▶ **Records shown**
• • • •
export function interpret(c: DeriveContext, settings: Settings): Interpretation[] {
  const out: Interpretation[] = [];
  const gasHere = c.statedHere('pao2') || c.statedHere('paco2') || c.statedHere('ph');
  if (!gasHere) return out;
  const pao2 = c.field('pao2', 'PaO2');
  const paco2 = c.field('paco2', 'PaCO2');
  const line = (pao2 ?? paco2)?.origin.kind === 'here' ? ((pao2 ?? paco2)!.origin as { line: number }).line : null;
  const push = (topic: Interpretation['topic'], text: string, basis: string[], notable = true) => out.push({ topic, text, basis, line, notable });
  const gas = new GasWords(showsKpa(c.timepoint));

  // A gas written in kPa is compared with a threshold at the resolution it was written with, so
  // that it falls on the side the mmHg value it is written for would: 8.0 kPa as 60 mmHg, 6.7 kPa as 50.
  const o2Resolution = c.writtenResolutionMmhg('pao2');
  const co2Resolution = c.writtenResolutionMmhg('paco2');
  const hypoxaemic = pao2 !== null && sideOf(pao2.value, settings.hypoxaemiaBelowMmhg, o2Resolution) < 0;
  const hypercapnic = paco2 !== null && sideOf(paco2.value, settings.hypercapniaAboveMmhg, co2Resolution) > 0;
  const fio2 = c.fio2();
  const onOxygen = fio2 !== null && fio2.value > 0.21 + 1e-9;
  // An oxygen device in force whose FiO2 is not stated (a cannula, a mask): oxygen, amount unknown.
  const device = fio2 === null ? c.word('device')?.word ?? null : null;
  const oxygenDevice = device !== null && device !== 'room air' ? device : null;

  // A PaO2 above the alveolar PO2 the FiO2, pressure and PaCO2 allow (PN401): one of them is wrong,
  // so nothing is read from the PaO2 until the note is mended (as PN402 holds the acid–base reading).
  const alveolar = pao2 ? c.derivedValue('pao2_alveolar') : null;
  const impossible = pao2 !== null && alveolar !== null && isAboveAlveolar(pao2.value, alveolar.value);
  const notRead = 'the FiO2, pressure, PaCO2 and PaO2 stated cannot go together (see PN401)';

  // Oxygenation
  if (pao2 && impossible) {
    push('oxygenation', `PaO2 ${gas.value(pao2.value)}: oxygenation not read, as ${notRead}.`, ['pao2', 'pao2_alveolar'], false);
  } else if (pao2) {
    const pf = c.derivedValue('pf_ratio');
    // A P/F from a PaO2 written in kPa is read at the PaO2's resolution divided by the FiO2: 16.0 kPa
    // on FiO2 0.60 (P/F 200.02 mmHg) is on the 200 mmHg boundary, as 120 mmHg on 0.60 is.
    const pfResolution = fio2 !== null && fio2.value > 0 ? o2Resolution / fio2.value : 0;
    // Numbers are shown with the decimals that keep them on their side of the thresholds named.
    const hypoxaemiaAt = settings.hypoxaemiaBelowMmhg;
    const pao2Shown = (t1: number, t2 = NaN) => gas.measured(pao2.value, o2Resolution, t1, t2);
    const onHypoxaemiaThreshold = sideOf(pao2.value, hypoxaemiaAt, o2Resolution) === 0;
    if (hypoxaemic) {
      const grade = sideOf(pao2.value, SEVERE_HYPOXAEMIA_MMHG, o2Resolution) < 0 ? 'severe' : 'moderate';
      push('oxygenation', `PaO2 ${pao2Shown(hypoxaemiaAt, SEVERE_HYPOXAEMIA_MMHG)}: consistent with ${grade} hypoxaemia (below ${gas.threshold(hypoxaemiaAt, pao2.value)}${grade === 'severe' ? `, and below ${gas.threshold(SEVERE_HYPOXAEMIA_MMHG, pao2.value)}` : ''})${onOxygen ? ` despite ${fio2Words(fio2)}` : ''}.`, ['pao2']);
    } else if (onOxygen && pf && sideOf(pf.value, 300, pfResolution) <= 0) {
      const carried = carriedWords(fio2);
      push('oxygenation', `PaO2 ${pao2Shown(hypoxaemiaAt)} on FiO2 ${formatNumber(fio2.value, 2)} (P/F ${gas.kpa ? `${kpaNumber(pf.value)} kPa, ` : ''}${formatAgainst(pf.value, 0, 300)} mmHg${carried ? `; ${carried}` : ''}): consistent with impaired oxygenation supported by oxygen.`, ['pao2', 'pf_ratio']);
    } else if (sideOf(pao2.value, LOW_NORMAL_PAO2_MMHG, o2Resolution) < 0) {
      const where = onHypoxaemiaThreshold ? `at the hypoxaemia threshold of ${gas.on(hypoxaemiaAt, o2Resolution)}, not below it` : `above the hypoxaemia threshold of ${gas.threshold(hypoxaemiaAt, pao2.value)}`;
      push('oxygenation', `PaO2 ${pao2Shown(hypoxaemiaAt, LOW_NORMAL_PAO2_MMHG)}: consistent with mildly reduced oxygenation, ${where}.`, ['pao2'], false);
    } else {
      push('oxygenation', `PaO2 ${pao2Shown(LOW_NORMAL_PAO2_MMHG)}${onOxygen ? ` on ${fio2Words(fio2)}` : ''}: consistent with adequate arterial oxygenation.`, ['pao2'], false);
    }
    // Berlin oxygenation band: only with PEEP or CPAP ≥ 5 cmH2O; an oxygenation band, never a diagnosis.
    const peep = c.peepLike();
    const adjusted = c.derivedValue('pf_ratio_altitude_adjusted');
    const pfForBand = adjusted ?? pf;
    if (pfForBand && peep && peep.value >= BERLIN_MIN_PEEP_CMH2O) {
      // The altitude adjustment scales the resolution as it scales the P/F.
      const resolution = pf && pf.value > 0 ? (pfResolution * pfForBand.value) / pf.value : 0;
      const onBoundary = BERLIN_BOUNDARIES.find((b) => sideOf(pfForBand.value, b, resolution) === 0 && resolution > 0);
      const band = berlinOxygenationBand(onBoundary ?? pfForBand.value);
      if (band) {
        const words = band === 'pf-200-to-300' ? '200–300' : band === 'pf-100-to-200' ? '100–200' : '≤ 100';
        // The bands are defined in mmHg: a kPa note gets the P/F in both units.
        const pfShown = `${onBoundary ?? formatAgainst(pfForBand.value, 0, 100, 200, 300)} mmHg`;
        const carried = carriedWords(fio2, peep);
        push('oxygenation-band', `P/F ${gas.kpa ? `${kpaNumber(pfForBand.value)} kPa (${pfShown})` : pfShown}${adjusted ? ' (adjusted for altitude)' : ''} with ${peep.name} ${formatAgainst(peep.value, 0, BERLIN_MIN_PEEP_CMH2O)} cmH2O${carried ? ` (${carried})` : ''}: consistent with the ${words} mmHg oxygenation band of the Berlin definition (the band called ${BERLIN_BAND_SEVERITY[band]} there) — an oxygenation band, not a diagnosis.`, [adjusted ? 'pf_ratio_altitude_adjusted' : 'pf_ratio', peep.fieldId ?? 'peep']);
      }
    }
  }

  // Ventilation
  if (paco2) {
    const v = paco2.value;
    const hypercapniaAt = settings.hypercapniaAboveMmhg;
    const hypocapnic = sideOf(v, settings.hypocapniaBelowMmhg, co2Resolution) < 0;
    const below = sideOf(v, hypercapniaAt, co2Resolution) === 0 ? `at the hypercapnia threshold of ${gas.on(hypercapniaAt, co2Resolution)}, not above it` : `below the hypercapnia threshold of ${gas.threshold(hypercapniaAt, v)}`;
    const text = hypercapnic
      ? `consistent with hypercapnia (above ${gas.threshold(hypercapniaAt, v)}): ventilation is not clearing CO2`
      : sideOf(v, UPPER_NORMAL_PACO2_MMHG, co2Resolution) > 0
        ? `consistent with a mildly raised PaCO2, ${below}`
        : hypocapnic
          ? `consistent with hypocapnia (below ${gas.threshold(settings.hypocapniaBelowMmhg, v)}): ventilation above metabolic need`
          : 'consistent with normal ventilation';
    push('ventilation', `PaCO2 ${gas.measured(v, co2Resolution, hypercapniaAt, UPPER_NORMAL_PACO2_MMHG, settings.hypocapniaBelowMmhg)}: ${text}.`, ['paco2'], hypercapnic || hypocapnic);
  }

  // Respiratory failure
  if (pao2 && paco2 && impossible) {
    push('respiratory-failure', `Respiratory failure not read: ${notRead}.`, ['pao2', 'paco2', 'pao2_alveolar'], false);
  } else if (pao2 && paco2) {
    // The numbers each reading rests on, with the threshold each is read against: `PaO2 52 mmHg, below
    // 60 mmHg`, `PaCO2 50 mmHg, not above 50 mmHg` (a value on a threshold is on neither side).
    const o2At = settings.hypoxaemiaBelowMmhg;
    const co2At = settings.hypercapniaAboveMmhg;
    const o2 = `PaO2 ${gas.measured(pao2.value, o2Resolution, o2At)}`;
    const o2Side = `${hypoxaemic ? 'below' : 'not below'} ${sideOf(pao2.value, o2At, o2Resolution) === 0 ? gas.on(o2At, o2Resolution) : gas.threshold(o2At, pao2.value)}`;
    const co2 = `PaCO2 ${gas.measured(paco2.value, co2Resolution, co2At)}, ${hypercapnic ? 'above' : 'not above'} ${sideOf(paco2.value, co2At, co2Resolution) === 0 ? gas.on(co2At, co2Resolution) : gas.threshold(co2At, paco2.value)}`;
    if (hypoxaemic && hypercapnic) push('respiratory-failure', `Consistent with type 2 (hypercapnic) respiratory failure: hypoxaemia with hypercapnia (${o2}, ${o2Side}; ${co2}).`, ['pao2', 'paco2']);
    else if (hypoxaemic) push('respiratory-failure', `Consistent with type 1 (hypoxaemic) respiratory failure: hypoxaemia with normal or low PaCO2 (${o2}, ${o2Side}; ${co2}).`, ['pao2', 'paco2']);
    else if (hypercapnic && onOxygen) push('respiratory-failure', `Consistent with type 2 (hypercapnic) respiratory failure, with PaO2 held up by supplemental oxygen (${co2}; ${o2} on ${fio2Words(fio2)}).`, ['pao2', 'paco2', 'fio2']);
    else if (hypercapnic && oxygenDevice !== null) push('respiratory-failure', `Consistent with type 2 (hypercapnic) respiratory failure, with PaO2 held up by supplemental oxygen (${co2}; ${o2} with oxygen by ${oxygenDevice}, FiO2 not stated).`, ['pao2', 'paco2', 'device']);
    // FiO2 unknown: oxygen may be holding the PaO2 up, so no negative statement is made.
    else if (hypercapnic && fio2 === null) push('respiratory-failure', `Hypercapnia (${co2}) with ${o2}, ${o2Side}, and no FiO2 stated: on supplemental oxygen this would be consistent with type 2 (hypercapnic) respiratory failure; add ${c.fio2Need()} to tell.`, ['pao2', 'paco2']);
    // Hypercapnia on air is ventilatory failure whatever the PaO2; the type 2 reading here also needs hypoxaemia, and says so rather than calling it no failure.
    else if (hypercapnic) push('respiratory-failure', `Hypercapnia (${co2}) without hypoxaemia on air (${o2}, ${o2Side}): consistent with ventilatory (hypercapnic) failure; the type 2 respiratory failure read here also needs hypoxaemia.`, ['pao2', 'paco2', 'fio2']);
  }

  // Mechanism of hypoxaemia
  if (hypoxaemic) out.push(...mechanism(c, settings, line, gas, hypercapnic));

  // Acid–base
  const cls = classification(c);
  if (cls && !cls.consistency.consistent) {
    const stated = (id: string) => c.field(id)?.value ?? NaN;
    push('acid-base', `Acid–base not interpreted: the reported HCO3 ${formatNumber(stated('hco3'), HCO3_DECIMALS)} mmol/L differs from the ${formatNumber(cls.consistency.calculatedHco3MmolL, HCO3_DECIMALS)} mmol/L that pH ${formatNumber(stated('ph'), PH_DECIMALS)} and PaCO2 ${gas.measured(stated('paco2'), c.writtenResolutionMmhg('paco2'))} give (see PN402), so neither the disorder nor its expected compensation is worked out.`, ['ph', 'paco2', 'hco3'], false);
  } else if (cls) {
    const gapCorrected = c.derivedValue('anion_gap_albumin_corrected') !== null;
    const ph = c.field('ph')?.value ?? NaN;
    const hco3 = c.field('hco3')?.value ?? NaN;
    push('acid-base', acidBaseText(cls, gas, { ph, paco2: paco2?.value ?? NaN, hco3, hypercapniaAboveMmhg: settings.hypercapniaAboveMmhg, co2Resolution: c.writtenResolutionMmhg('paco2'), gapCorrected }), ['ph', 'paco2', 'hco3'], cls.primary !== 'normal' || cls.additional.length > 0);
  }
  return out;
}
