describe('units', () => {
  it('after a key and a number: the units that key takes, then the keys that may follow (a unit may be left out)', () => {
    const units = (marked: string) => complete(marked).filter((c) => c.kind === 'unit').map((c) => c.label);
    expect(units('abg po2 71 |')).toEqual(['mmHg', 'kPa']);
    expect(units('vitals temp 38.2 |')).toEqual(['C', 'F']);
    expect(units('vent fio2 40 |')).toEqual(['%']);
    expect(units('labs hb 11 |')).toEqual(['g/dL', 'g/L', 'mmol/L']);
    expect(complete('abg po2 71 |')[0]).toMatchObject({ kind: 'unit', detail: "PaO2 (the note's gas unit)" });
    expect(complete('vitals temp 38.2 |')[0]).toMatchObject({ kind: 'unit', detail: 'Temperature (default unit)' });
    // Units first, then keys not yet on the line.
    const items = complete('vitals hr 80 |');
    const firstKey = items.findIndex((c) => c.kind === 'key');
    expect(items.slice(0, firstKey).every((c) => c.kind === 'unit')).toBe(true);
    expect(items.slice(firstKey).every((c) => c.kind === 'key')).toBe(true);
    expect(items.map((c) => c.label)).toContain('rr');
    expect(items.map((c) => c.label)).not.toContain('hr');
  });

  it('after a shorthand gas or a device flow', () => {
    expect(labels('abg 7.28/56/71/26 |').slice(0, 2)).toEqual(['mmHg', 'kPa']);
    expect(labels('oxygen cannula 2 |')[0]).toBe('L/min');
    expect(labels('oxygen cpap 8 |').slice(0, 2)).toEqual(['cmH2O', 'mbar']);
  });

  it("offers a gas pressure's units with the note's gas unit first, where bare numbers are read in it", () => {
    const first = (marked: string, settings = {}) => {
      const { result, position } = noteAt(marked, settings);
      return completionsAt(result, position).filter((c) => c.kind === 'unit').map((c) => [c.label, c.detail]);
    };
    const kpaFirst = [['kPa', "PaO2 (the note's gas unit)"], ['mmHg', 'PaO2']];
    expect(first('units gas kPa\n@ 08:00\nabg po2 9.5 |')).toEqual(kpaFirst);
    expect(first('@ 08:00\nunits gas kPa\nabg po2 9.5 |')).toEqual(kpaFirst);
    expect(first('@ 08:00\nabg po2 9.5 |', { gasUnit: 'kPa' })).toEqual(kpaFirst);
    expect(first('units gas kPa\nabg 7.31/5.9/8.1/28 |').map(([l]) => l)).toEqual(['kPa', 'mmHg']);
    // A header line follows the header's gas unit.
    // A barometric pressure also takes hPa, as weather stations give it: offered after the gas units.
    expect(first('units gas kPa\nplace pb 90 |').map(([l]) => l)).toEqual(['kPa', 'mmHg', 'hPa']);
    expect(first('units gas kPa\n@ 08:00\nunits gas mmHg\nabg po2 71 |').map(([l]) => l)).toEqual(['mmHg', 'kPa']);
    // As the note is read: a `units gas` line counts from its line on, also within a timepoint.
    expect(first('@ 08:00\nabg po2 80 |\nunits gas kPa\nabg pco2 5.3').map(([l]) => l)).toEqual(['mmHg', 'kPa']);
    expect(first('place pb 90 |\nunits gas kPa\n@ 08:00').map(([l]) => l)).toEqual(['mmHg', 'kPa', 'hPa']);
  });

  it('offers a set rate in Hz first where the mode in force is HFOV, whose rate is a frequency (a bare one reads in /min, PN302)', () => {
    const units = (marked: string) => complete(marked).filter((c) => c.kind === 'unit').map((c) => [c.label, c.detail]);
    const hzFirst = [['Hz', 'Set rate (the frequency of an oscillator, in HFOV)'], ['/min', 'Set rate (default unit)']];
    expect(units('@ 08:00\nvent mode HFOV, rate 6 |')).toEqual(hzFirst);
    expect(units('@ 08:00\nvent rate 6 |, mode HFOV')).toEqual(hzFirst);
    // The mode carried from an earlier timepoint.
    expect(units('@ 08:00\nvent mode HFOV, rate 6 Hz, map 20\n@ 09:00\nvent rate 7 |')).toEqual(hzFirst);
    // Glued to the number too.
    expect(complete('@ 08:00\nvent mode HFOV, rate 6H|').map((c) => c.label)).toEqual(['Hz']);
    // Other modes: breaths per minute first.
    expect(units('@ 08:00\nvent mode VC, rate 16 |').map(([l]) => l)).toEqual(['/min', 'Hz']);
    expect(units('@ 08:00\nvent mode HFOV\n@ 09:00\nvent mode PC, rate 16 |').map(([l]) => l)).toEqual(['/min', 'Hz']);
    // What the first unit gives is no finding.
    const { result, position } = noteAt('@ 08:00\nvent mode HFOV, rate 6 |');
    const [hz] = completionsAt(result, position);
    const text = applyEdits(result.analysis.tree.lines.map((l) => l.text).join('\n'), [{ range: hz!.replace!, newText: hz!.insertText }]);
    expect(checkNote(text).findings).toEqual([]);
  });

  it('a unit being typed glued to its number replaces only the unit', () => {
    const items = complete('abg po2 71k|');
    expect(items.map((c) => c.label)).toEqual(['kPa']);
    expect(items[0]?.replace).toEqual({ start: { line: 0, character: 10 }, end: { line: 0, character: 11 } });
  });

  it('offers no unit after a FiO2 written as a fraction (`0.4 %` would read as 0.4 %), only the next keys', () => {
    expect(labels('vent fio2 0.4 |')).not.toContain('%');
    expect(labels('vent fio2 0.4 |')).toContain('peep');
    expect(labels('abg fio2 1 |')).not.toContain('%');
    expect(labels('oxygen venturi, fio2 .28 |')).toEqual(['flow', 'target']);
    expect(labels('vent fio2 0.4%|')).toEqual([]);
    // A percentage still gets its unit.
    expect(labels('vent fio2 40 |')[0]).toBe('%');
    expect(labels('vent fio2 40%|')).toEqual(['%']);
  });

  it('offers the keys of the line\'s device: IPAP and EPAP for NIV, a level for CPAP, neither for others (and the SpO2 target last, beside any device)', () => {
    // NIV and CPAP are set by their pressures and FiO2: those first, the flow (a bleed-in of oxygen) last.
    expect(labels('oxygen niv |')).toEqual(['ipap', 'epap', 'fio2', 'flow', 'target']);
    expect(labels('oxygen cpap |')).toEqual(['level', 'fio2', 'flow', 'target']);
    expect(labels('oxygen cpap 8 |')).toEqual(['cmH2O', 'mbar', 'fio2', 'flow', 'target']);
    expect(labels('oxygen niv ipap 14, |')).toEqual(['epap', 'fio2', 'flow', 'target']);
    expect(labels('oxygen device niv, |')).toEqual(['ipap', 'epap', 'fio2', 'flow', 'target']);
    // Devices that set a flow keep the flow first.
    expect(labels('oxygen cannula |')).toEqual(['flow', 'fio2', 'target']);
    expect(labels('oxygen hfnc 50 |')).toEqual(['L/min', 'fio2', 'target']);
    expect(labels('oxygen mask, |')).toEqual(['flow', 'fio2', 'target']);
  });

  it('offers no pressure of NIV or CPAP beside any device that gives none (PN318 would report it), however the device is written', () => {
    for (const device of ['cannula', 'nc', 'mask', 'venturi', 'reservoir', 'nrb', 'hfnc', 'highflow', 'room air', 'ra']) {
      const offered = labels(`oxygen ${device}, |`);
      for (const key of ['ipap', 'epap', 'level', 'pressure']) expect(offered, `${device}: ${key}`).not.toContain(key);
    }
    expect(labels('oxygen bilevel |')).toEqual(['ipap', 'epap', 'fio2', 'flow', 'target']);
  });

  it('offers a section\'s own keys first, then those it shares with other lines', () => {
    expect(labels('vent |')).toEqual(['mode', 'vt', 'rate', 'peep', 'peep_total', 'autopeep', 'plateau', 'peak', 'flow', 'map', 'amplitude', 'ps', 'pinsp', 've', 'etco2', 'fio2']);
    expect(labels('abg |').slice(0, 4)).toEqual(['ph', 'pco2', 'po2', 'hco3']);
  });

  it('offers no flow or pressure on a room-air line (room air has no device to set)', () => {
    expect(labels('oxygen room air |')).toEqual(['fio2', 'target']);
    expect(labels('oxygen ra, |')).toEqual(['fio2', 'target']);
    expect(labels('oxygen air fio2 21 |')[0]).toBe('%');
    expect(labels('oxygen air fio2 21 |')).not.toContain('flow');
    expect(labels('oxygen cannula |')).toContain('flow');
  });

  it('falls back to keys when the typed word is not a unit', () => {
    expect(labels('vitals hr 80 rr|')).toEqual(['rr']);
  });

  it('finishes a unit of two words after its first word (`mm Hg`, `cm H2O`), never a key in its place', () => {
    // `po2 80 mm H|` is `mm Hg` being typed: a key there (`mm hco3`) would leave `mm`, no unit, behind.
    const items = complete('abg po2 80 mm H|');
    expect(items.map((c) => c.label)).toEqual(['mm Hg']);
    expect(items[0]?.replace).toEqual({ start: { line: 0, character: 11 }, end: { line: 0, character: 15 } });
    expect(applyEdits('abg po2 80 mm H', [{ range: items[0]!.replace!, newText: items[0]!.insertText }])).toBe('abg po2 80 mm Hg');
    expect(checkNote('abg po2 80 mm Hg').findings.filter((f) => f.code === 'PN202')).toEqual([]);
    expect(labels('abg po2 80 mm |')).toEqual(['mm Hg']);
    expect(labels('vent peep 8 cm |')).toEqual(['cm H2O']);
    expect(labels('vent peep 8 CM h|')).toEqual(['cm H2O']);
    expect(labels('abg 7.3/40/80/24 mm |')).toEqual(['mm Hg']);
    // Not the first word of a unit this key takes: the keys, as after any unit.
    expect(labels('vitals hr 80 mm |')).toContain('rr');
  });
});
• • • •
Going line by line through the listing above, count those that contain "falls" and give only the result.

▶ **Written reply**
2